4.5 Results of the First Danube River Basin District Management Plan (DRBDMP) 2009

According to DRBDMP 2009 [15], 18 dams can be found on the entire navigable Danube reach from Kelheim to the Black Sea. Only at two dams fish migration facilities (bypasses at Melk and Wien-Freudenau) have been constructed and are in function. The backwater caused by the impoundments depends on the height of the dam and on the slope of the river course as well as on the discharge conditions (much longer backwaters during low-water conditions). The longest backwater (about 250 km) has the Iron Gate, while the shortest backwater reaches (about 5 km) can be found in Germany and Austria.

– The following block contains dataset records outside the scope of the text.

/**
 * The error for an infinite v-bound in a tail: measures the tail's decay
 * exponent α (f ~ |x|^(−α)) to say which power would bound it.
 */
function tailError(api: string, lf: (x: number) => number, power: number, s: number, scale: number, dir: 1 | -1): Error {
  const x1 = s + dir * scale * pow(2, 30);
  const x2 = s + dir * scale * pow(2, 40);
  const alpha = -(lf(x2) - lf(x1)) / (log(Math.abs(x2 - s)) - log(Math.abs(x1 - s)));
  const side = dir > 0 ? 'x > shift' : 'x < shift';
  const fn = dir > 0 ? '(x − shift)' : '(shift − x)';
  const lim = dir > 0 ? '+Infinity' : '-Infinity';
  const head =
    `${api}: the bounding rectangle is infinite: sup over ${side} of ${fn}·f(x)^(r/(r+1)) is infinite as x → ${lim} ` +
    `(power r = ${power}, shift = ${s}). The ${dir > 0 ? 'upper' : 'lower'} tail decays like |x|^(−${alpha.toPrecision(3)}) ` +
    `(exponent measured between x = ${x1.toPrecision(3)} and ${x2.toPrecision(3)})`;
  if (!(alpha > 1)) {
    return new ImproperDensityError(`${head}, no faster than |x|^(−1): the mass appears to be infinite, and no power can bound it`);
  }
  const need = 1 / (alpha - 1);
  return new InvalidTargetError(
    `${head}, but power r bounds only tails decaying at least like |x|^(−(r+1)/r) = |x|^(−${((power + 1) / power).toPrecision(3)}); ` +
      `choose power >= 1/(α − 1) ≈ ${need.toPrecision(3)} (a larger power bounds heavier tails)`,
  );
}

/**
 * Largest share of the target's mass that may lie beyond ±Number.MAX_VALUE
 * before {@link checkMassBeyondDoubles} refuses the target: 2^−53, the
 * resolution of the uniforms (a lower bound of the share is compared with it). @internal
 */
export const MAX_MASS_BEYOND_DOUBLES = /* @__PURE__ */ pow(2, -53);

/**
 * The map z = (x − loc)/2^k of a rectangle built for a standardised target
 * (src/methods/transform/standardise.ts), as {@link checkMassBeyondDoubles}
 * needs it. @internal
 */
export interface CoordinateMap {
  readonly loc: number;
  readonly scale: number;
  readonly log2Scale: number;
  readonly description: string;
}

/**
 * Mass beyond the largest double (issue 17): the exact draw, rounded to
 * nearest, would be ±Infinity with the probability the target puts beyond
 * ±1.8e308, but no candidate there can be tested against the density (x
 * overflows), so such candidates would be rejected and that mass silently
 * dropped. Where the support reaches the edge E (±Number.MAX_VALUE; for a
 * rectangle built in a standardised coordinate, the x of z = ±MAX_VALUE when
 * that is nearer), log f at E and at the midpoint of loc and E give the local
 * tail exponent f ∝ |x − loc|^−(1+α) and the tail mass T ≈ |E − loc|·f(E)/α
 * beyond E. The region's area bounds the total mass from above (∫f/f̃max ≤
 * (r+1)(vMax − vMin), times 2^k in x for a standardised rectangle), so their
 * ratio is a lower bound of the share beyond E (power-law extrapolation at
 * E). When it exceeds {@link MAX_MASS_BEYOND_DOUBLES} the target is refused
 * with {@link InvalidTargetError}; α ≤ 0 there (no decay) is an
 * {@link ImproperDensityError}. A value at either probe that is not finite
 * (−Infinity, NaN, +Infinity) skips the check on that side: the probes serve
 * this check only. `t` is the target in x. `onRefusalInX` is called with the
 * error before it is thrown when the edge is ±MAX_VALUE in x itself (a refusal
 * that building in another coordinate cannot lift).
 * @returns the evaluations spent
 * @internal
 */
export function checkMassBeyondDoubles(api: string, t: CheckedTarget, rect: Rectangle, power: number, map?: CoordinateMap, onRefusalInX?: (e: Error) => void): number {
  const M = Number.MAX_VALUE;
  const loc = map === undefined ? 0 : map.loc;
  let evaluations = 0;
  const logArea = log(power + 1) + log(rect.vMax - rect.vMin) + (map === undefined ? 0 : map.log2Scale * Math.LN2);
  for (const dir of [1, -1] as const) {
    // the edge of what the rectangle's candidates can reach: ±MAX_VALUE in x, or x(±MAX_VALUE) in z
    const reach = map === undefined ? dir * M : loc + dir * map.scale * M;
    const E = dir > 0 ? Math.min(M, reach) : Math.max(-M, reach);
    if (dir > 0 ? t.upper < E : t.lower > E) continue;
    const half = loc + 0.5 * (E - loc);
    // a value that is not a finite number or −Infinity out there (e.g. NaN from Infinity − Infinity in
    // the user's formula) is read as "no information": these two points are probed for this check only
    const lE = t.logDensity(E);
    evaluations++;
    if (typeof lE !== 'number' || !(lE > -Infinity && lE < Infinity)) continue;
    const lHalf = t.logDensity(half);
    evaluations++;
    if (typeof lHalf !== 'number' || !(lHalf > -Infinity && lHalf < Infinity)) continue;
    const alpha = (lHalf - lE) / Math.LN2 - 1;
    const where = Math.abs(E) === M ? `${dir > 0 ? '+' : '-'}1.8e308 (the largest double` : `x = ${E} (z = ${dir > 0 ? '+' : '-'}1.8e308, the largest double, in the standardised coordinate ${map === undefined ? '' : map.description}`;
    if (!(alpha > 0)) {
      const e = new ImproperDensityError(`${api}: the density does not decay towards ${where}; logDensity ${lHalf} at ${half}, ${lE} at ${E}): the mass beyond it is infinite`);
      if (Math.abs(E) === M) onRefusalInX?.(e);
      throw e;
    }
    const logShare = log(0.5 * Math.abs(E - loc)) + Math.LN2 + lE - rect.logDensityBound - log(alpha) - logArea;
    if (logShare > log(MAX_MASS_BEYOND_DOUBLES)) {
      const e = new InvalidTargetError(
        `${api}: at least about ${exp(logShare).toPrecision(2)} of the mass lies beyond ${where}; local tail f ~ |x|^(−${(1 + alpha).toPrecision(4)}) there): such draws would be ${Math.abs(E) === M ? `${dir > 0 ? '+' : '-'}Infinity` : 'out of reach'}, and candidates there cannot be tested, so exactdraw refuses the target rather than drop that mass; sample log|x| instead, or truncate the support`,
      );
      if (Math.abs(E) === M) onRefusalInX?.(e);
      throw e;
    }
  }
  return evaluations;
}
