/**
 * Refinement of the piecewise method's grid: every step that evaluates the
 * target and adds points. {@link settle} halves until the classification can
 * be trusted (curvature changes pinned, every cell with an envelope line);
 * {@link refine} halves where envelope and squeeze differ most and moves the
 * tails outwards until the area ratio is reached; {@link insert} adds the
 * point of a repair. Each is bounded by depth counters, round limits and the
 * evaluator's budget. @internal
 *
 * @packageDocumentation
 */
import { ShapeViolationError } from '../../core/errors.js';
import type { Tables } from '../envelope/piece-tables.js';
import { HULL_LOG_TOLERANCE_ABSOLUTE, HULL_LOG_TOLERANCE_RELATIVE } from '../envelope/tolerance.js';
import {
  CELL_ATOMIC, CELL_BOUNDARY, CELL_CONCAVE, CELL_CONVEX, CELL_MIXED, CELL_MONOTONE, CELL_NEGLIGIBLE, CELL_UNKNOWN, CELL_ZERO,
  MIXED_LIMIT, PIN_ROUNDS, SETTLE_MAX_ROUNDS, TAIL_LOG, TAIL_NONE, mid,
} from './cells.js';
import { cellEnvelope, gridTables, tails } from './cell-envelope.js';
import { classify, monotone } from './classify.js';
import type { Grid } from './grid.js';
import { exp, log, log1p } from '../../vendor/math.js';

/**
 * Classifies and halves, until no cell needs halving: mixed and unknown
 * cells, cells without an envelope line, and the two cells on both sides
 * of every point where a concave cell meets a convex one (up to
 * {@link PIN_ROUNDS} halvings, or until the cells at the change become
 * linear within rounding). Bounded by depth counters and the evaluation budget.
 * @internal
 */
export function settle(grid: Grid): void {
  for (let round = 0; ; round++) {
    if (round > SETTLE_MAX_ROUNDS) {
      throw new ShapeViolationError(`${grid.api}: the shape classification did not settle after ${SETTLE_MAX_ROUNDS} rounds of halvings (${grid.cells} cells)`);
    }
    classify(grid);
    const n = grid.cells;
    const cls = grid.cls;
    const depth = grid.depth;
    const flag = new Uint8Array(n);
    let flagged = false;
    const mark = (i: number, limit: number): void => {
      if (i < 0 || i >= n) return;
      const c = cls[i];
      if (c === CELL_ZERO || c === CELL_ATOMIC || c === CELL_NEGLIGIBLE) return;
      if (depth[i] < limit && flag[i] === 0) {
        flag[i] = 1;
        flagged = true;
      }
    };
    for (let i = 0; i < n; i++) {
      const c = cls[i];
      if (c === CELL_MIXED) {
        if (depth[i] < PIN_ROUNDS) {
          if (!grid.tangent) mark(i - 1, PIN_ROUNDS);
          mark(i, PIN_ROUNDS);
          if (!grid.tangent) mark(i + 1, PIN_ROUNDS);
        } else if (monotone(grid, i)) {
          cls[i] = CELL_MONOTONE;
        } else if (depth[i] < MIXED_LIMIT) {
          mark(i, MIXED_LIMIT);
        } else {
          grid.shapeFailure(i, 'the log-density changes curvature and direction inside it');
        }
      } else if (c === CELL_UNKNOWN && !grid.tangent) {
        // an undetermined end point: halve the wider cell next to it (the
        // verdict there is uncertain because its neighbours differ in width)
        for (const j of [i, i + 1]) {
          if (grid.pc[j] !== CELL_UNKNOWN) continue;
          const wl = grid.x[j] - grid.x[j - 1];
          const wr = grid.x[j + 1] - grid.x[j];
          let k = wl >= wr ? j - 1 : j;
          const ck = cls[k];
          if (ck === CELL_ZERO || ck === CELL_ATOMIC || ck === CELL_NEGLIGIBLE) k = i;
          if (depth[k] < MIXED_LIMIT) mark(k, MIXED_LIMIT);
          else grid.shapeFailure(k, 'the curvature at its ends stays undetermined within rounding');
        }
        if (grid.pc[i] !== CELL_UNKNOWN && grid.pc[i + 1] !== CELL_UNKNOWN) {
          if (depth[i] < MIXED_LIMIT) mark(i, MIXED_LIMIT);
          else grid.shapeFailure(i, 'no curvature information could be obtained for it');
        }
      } else if (c === CELL_UNKNOWN || (c === CELL_BOUNDARY && grid.sa[i] !== grid.sa[i] && grid.sb[i] !== grid.sb[i]) || (c === CELL_CONCAVE && grid.sa[i] !== grid.sa[i] && grid.sb[i] !== grid.sb[i])) {
        if (depth[i] < MIXED_LIMIT) mark(i, MIXED_LIMIT);
        else grid.shapeFailure(i, 'no valid envelope line could be found for it');
      }
    }
    // direct changes between concave and convex: pin them. A change with
    // linear cells between is already resolved to rounding: those cells have
    // a curvature below the rounding allowance, so either construction holds
    // on them within the check tolerance.
    for (let i = 0; i + 1 < n; i++) {
      const c = cls[i];
      const d = cls[i + 1];
      if ((c === CELL_CONCAVE && d === CELL_CONVEX) || (c === CELL_CONVEX && d === CELL_CONCAVE)) {
        mark(i, PIN_ROUNDS);
        mark(i + 1, PIN_ROUNDS);
      }
    }
    if (!flagged) return;
    split(grid, flag, true);
  }
}

/**
 * Halves every flagged cell (evaluating its midpoint). With `pin`, the
 * halves count one more halving in their lineage; refinement halvings do
 * not. Returns the number of midpoints whose value contradicts the
 * current envelope or squeeze of their cell (possible only if the cell's
 * class was wrong; the next classification sees the new point).
 */
function split(grid: Grid, flag: Uint8Array, pin: boolean): number {
  const n = grid.cells;
  const nx: number[] = [];
  const nl: number[] = [];
  const ng: number[] = [];
  const nd: number[] = [];
  let surprises = 0;
  const checkable = !pin && grid.cls.length === n;
  for (let i = 0; i < n; i++) {
    nx.push(grid.x[i]);
    nl.push(grid.l[i]);
    ng.push(grid.g[i]);
    if (flag[i] === 1) {
      const a = grid.x[i];
      const b = grid.x[i + 1];
      const m = mid(a, b);
      if (m > a && m < b) {
        const lm = grid.ev.logDensity(m);
        const gm = grid.tangent ? grid.ev.derivative(m, lm) : NaN;
        if (checkable && contradicts(grid, i, m, lm)) surprises++;
        nx.push(m);
        nl.push(lm);
        ng.push(gm);
        const d = grid.depth[i] + (pin ? 1 : 0);
        nd.push(d, d);
        continue;
      }
    }
    nd.push(grid.depth[i]);
  }
  nx.push(grid.x[n]);
  nl.push(grid.l[n]);
  ng.push(grid.g[n]);
  grid.x = nx;
  grid.l = nl;
  grid.g = ng;
  grid.depth = nd;
  grid.surprises += surprises;
  return surprises;
}

/** Whether the value lm at m lies above the envelope or below the squeeze of cell i (current classification). */
function contradicts(grid: Grid, i: number, m: number, lm: number): boolean {
  const e = cellEnvelope(grid, i, m);
  const tol = HULL_LOG_TOLERANCE_ABSOLUTE + HULL_LOG_TOLERANCE_RELATIVE * (Math.abs(lm === -Infinity ? 0 : lm) + Math.abs(e.env === -Infinity ? 0 : e.env));
  return lm > e.env + tol || lm < e.sq - tol;
}

/**
 * Refines until (envelope area)/(squeeze area) ≤ ratio or the piece cap:
 * each round halves every cell whose envelope-minus-squeeze area is at
 * least 30% of the largest, and moves a tail outwards (to its envelope
 * median) when the tail is among them; then settles and recomputes the
 * tails. Returns the final tables.
 * @internal
 */
export function refine(grid: Grid, ratio: number, maxPieces: number, maxRounds: number): Tables {
  let t = gridTables(grid);
  const logRatio = log(ratio);
  for (let round = 0; round < maxRounds; round++) {
    if (t.logEnvelopeArea - t.logSqueezeArea <= logRatio || t.n >= maxPieces) break;
    const top = t.logEnvelopeArea - t.ref;
    const n = grid.cells;
    const gapCell = new Float64Array(n);
    let lowGap = 0;
    let upGap = 0;
    let maxGap = 0;
    for (let j = 0; j < t.n; j++) {
      const gap = exp(t.logAreas[j] - top) - exp(t.logSqueezeAreas[j] - top);
      const lo = t.lo[j];
      if (lo === -Infinity) lowGap += gap;
      else if (t.hi[j] === Infinity) upGap += gap;
      else {
        const i = grid.cellIndex(lo);
        if (i >= 0) gapCell[i] += gap;
      }
    }
    for (let i = 0; i < n; i++) if (gapCell[i] > maxGap) maxGap = gapCell[i];
    maxGap = Math.max(maxGap, lowGap, upGap);
    if (!(maxGap > 0)) break;
    const flag = new Uint8Array(n);
    let count = 0;
    for (let i = 0; i < n; i++) {
      if (gapCell[i] >= 0.3 * maxGap && grid.cls[i] !== CELL_ATOMIC && grid.cls[i] !== CELL_ZERO && grid.cls[i] !== CELL_NEGLIGIBLE) {
        flag[i] = 1;
        count++;
      }
    }
    const extendLow = lowGap >= 0.3 * maxGap;
    const extendUp = upGap >= 0.3 * maxGap;
    if (count === 0 && !extendLow && !extendUp) break;
    split(grid, flag, false);
    if (extendUp) extend(grid, 1);
    if (extendLow) extend(grid, -1);
    settle(grid);
    tails(grid);
    t = gridTables(grid);
  }
  return t;
}

/** Adds a point beyond the outermost one, at the median of the tail's envelope. */
function extend(grid: Grid, o: 1 | -1): void {
  const t = o > 0 ? grid.upperTail : grid.lowerTail;
  if (t.kind === TAIL_NONE) return;
  const d = t.kind === TAIL_LOG ? Math.LN2 / t.sig : 1 / t.sig;
  const xn = t.x + o * d;
  if (!Number.isFinite(xn) || xn === t.x) return;
  const ln = grid.ev.logDensity(xn);
  const gn = grid.tangent ? grid.ev.derivative(xn, ln) : NaN;
  const envAt = t.kind === TAIL_LOG ? t.l - t.sig * d : t.l - 2 * log1p(t.sig * d);
  if (ln > envAt + HULL_LOG_TOLERANCE_ABSOLUTE + HULL_LOG_TOLERANCE_RELATIVE * Math.abs(ln)) grid.surprises++;
  grid.addOutside(o, xn, ln, gn);
}

/**
 * Inserts an evaluated point (a repair after a violation at x), then
 * settles and recomputes the tails. The point may lie in a tail.
 * @internal
 */
export function insert(grid: Grid, xv: number, lv: number): void {
  const gv = grid.tangent ? grid.ev.derivative(xv, lv) : NaN;
  const x = grid.x;
  if (xv < x[0]) {
    grid.addOutside(-1, xv, lv, gv);
  } else if (xv > x[x.length - 1]) {
    grid.addOutside(1, xv, lv, gv);
  } else {
    const i = grid.cellIndex(xv);
    if (i < 0 || x[i] === xv) return;
    grid.addInside(i, xv, lv, gv);
  }
  settle(grid);
  tails(grid);
}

In total DRBMP 2009 refers to 78 barriers including smaller weirs on the Upper Danube. The total official length of impoundments was estimated to be 1,111 rkm (including the non-navigable Upper Danube). Significant water abstraction along the navigable Danube can be found only at the Gabcikovo Dam. Hydropeaking was not defined for the Danube (not reaching the assessment mark of >1 m of daily water level oscillation); however, irregular water changes or slight daily peaking can be observed in the Austrian Danube reach downstream of Enns confluence and downstream of the big dams (Gabcikovo and Iron Gate). Fifty-six percent of the entire Danube reach was designated as heavily modified water bodies.

5 Conclusions

The overall hydromorphological assessment indicates that the hydromorphological situation of the Danube varies from source to the delta. The hydromorphological conditions in the Lower Danube are much better than in the upper reach. In the DRBDMP 2009 [15], various measures were proposed improving the hydromorphological situation to reach the environmental goals for the period until 2015 and 2021, respectively (next full water management cycle). The first focus was set to the reduction of river continuity interruptions for migratory species. The construction of fish passes also for larger dams along the Upper Danube (in total five dams) is planned for 2015. A prioritization approach sensitive for migratory fish species and their habitats will support the further planning. Further activities are needed to improve the sediment transport through the chain of dams. As regards the lateral connectivity, few existing areas are planned to be reconnected until 2015 (in total about 45,000 ha [15] mostly within the active floodplain in protected areas such as national parks). For the Lower Danube, huge areas are under consideration to be reconnected by Romania. Finally the future infrastructure planning concerning the Danube should be based on the principles agreed in the “Joint Statement on the guiding principles for the development of inland navigation and environmental protection in the DRB” which defines environmental standards for inland waterway infrastructure projects [11].